#### [YOUR INSTRUCTIONS]
Go through the entries and tally the lines containing the word "format". Only the total is wanted.

━━━━━━━━━━━━━━━━━━━━

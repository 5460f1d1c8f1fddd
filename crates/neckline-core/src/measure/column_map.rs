//! A map from a file's own headers onto neckline's column names.

use super::NAMES;

/// A map from a file's own headers onto neckline's column names: `[columns]` in the job file
/// (`major_true_pct = "Major strain (%)"`) and `--column NAME=HEADER` on the command line (which
/// wins). Headers are matched ignoring case and surrounding spaces.
#[derive(Debug, Clone, Default, PartialEq)]
pub struct ColumnMap {
    /// (neckline name, the file's header), in the order given.
    pub entries: Vec<(String, String)>,
    /// Where the map came from, for messages (`--column`, `job.toml [columns]`).
    pub origin: String,
    /// The header's line in the file (1-based), when given (`--header-row`, `header_row` in
    /// the job file); else the header is the first line that holds the required columns.
    pub header_row: Option<u64>,
}

impl ColumnMap {
    /// Parse one `NAME=HEADER` argument.
    pub fn parse_arg(s: &str) -> std::result::Result<(String, String), String> {
        let (name, header) = s
            .split_once('=')
            .ok_or_else(|| format!("expected NAME=HEADER, found `{s}`"))?;
        let name = name.trim().to_ascii_lowercase();
        check_name(&name)?;
        Ok((name, header.trim().to_string()))
    }

    /// Add `entries` over the present ones (a later entry for the same name wins).
    pub fn extend(&mut self, entries: impl IntoIterator<Item = (String, String)>, origin: &str) {
        let mut any = false;
        for (n, h) in entries {
            self.entries.retain(|(m, _)| *m != n);
            self.entries.push((n, h));
            any = true;
        }
        if any {
            if !self.origin.is_empty() {
                self.origin.push_str(" and ");
            }
            self.origin.push_str(origin);
        }
    }

    pub(super) fn name_of(&self, header: &str) -> Option<&str> {
        let h = header.trim();
        self.entries
            .iter()
            .rev()
            .find(|(_, fh)| fh.trim().eq_ignore_ascii_case(h))
            .map(|(n, _)| n.as_str())
    }
}

/// Check that `name` is one of neckline's column names.
pub fn check_name(name: &str) -> std::result::Result<(), String> {
    if NAMES.contains(&name) {
        Ok(())
    } else {
        Err(format!(
            "`{name}` is not a column neckline reads: expected one of {}",
            NAMES.join(", ")
        ))
    }
}

#[cfg(test)]
mod tests {
    //! Expectations from the doc comments of [`ColumnMap`] (`NAME=HEADER`, headers matched
    //! ignoring case and surrounding spaces, the command line winning over the job file).
    use super::*;

    #[test]
    fn an_argument_is_a_name_and_a_header() {
        assert_eq!(
            ColumnMap::parse_arg(" Major_True_Pct = Major strain (%) "),
            Ok(("major_true_pct".to_string(), "Major strain (%)".to_string()))
        );
        let e = ColumnMap::parse_arg("major_true_pct").unwrap_err();
        assert!(e.starts_with("expected NAME=HEADER"), "{e}");
        let e = ColumnMap::parse_arg("epsilon1=Major").unwrap_err();
        assert!(
            e.starts_with("`epsilon1` is not a column neckline reads"),
            "{e}"
        );
        assert!(e.contains("major_true_pct"), "{e}");
        assert!(check_name("angle_deg").is_ok());
    }

    #[test]
    fn a_later_entry_wins_and_headers_match_ignoring_case_and_spaces() {
        let mut map = ColumnMap::default();
        map.extend([("major".into(), "Dmax".into())], "job.toml [columns]");
        map.extend(Vec::new(), "nothing");
        map.extend(
            [
                ("major".into(), "D1 (mm)".into()),
                ("minor".into(), "Dmax".into()),
            ],
            "--column",
        );
        assert_eq!(map.origin, "job.toml [columns] and --column");
        assert_eq!(map.entries.len(), 2);
        assert_eq!(map.name_of("  d1 (MM) "), Some("major"));
        assert_eq!(map.name_of("dmax"), Some("minor"));
        assert_eq!(map.name_of("d2"), None);
    }
}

━━━━━━━━━━━━━━━━━━━━

#### [TASK RESPONSE]
2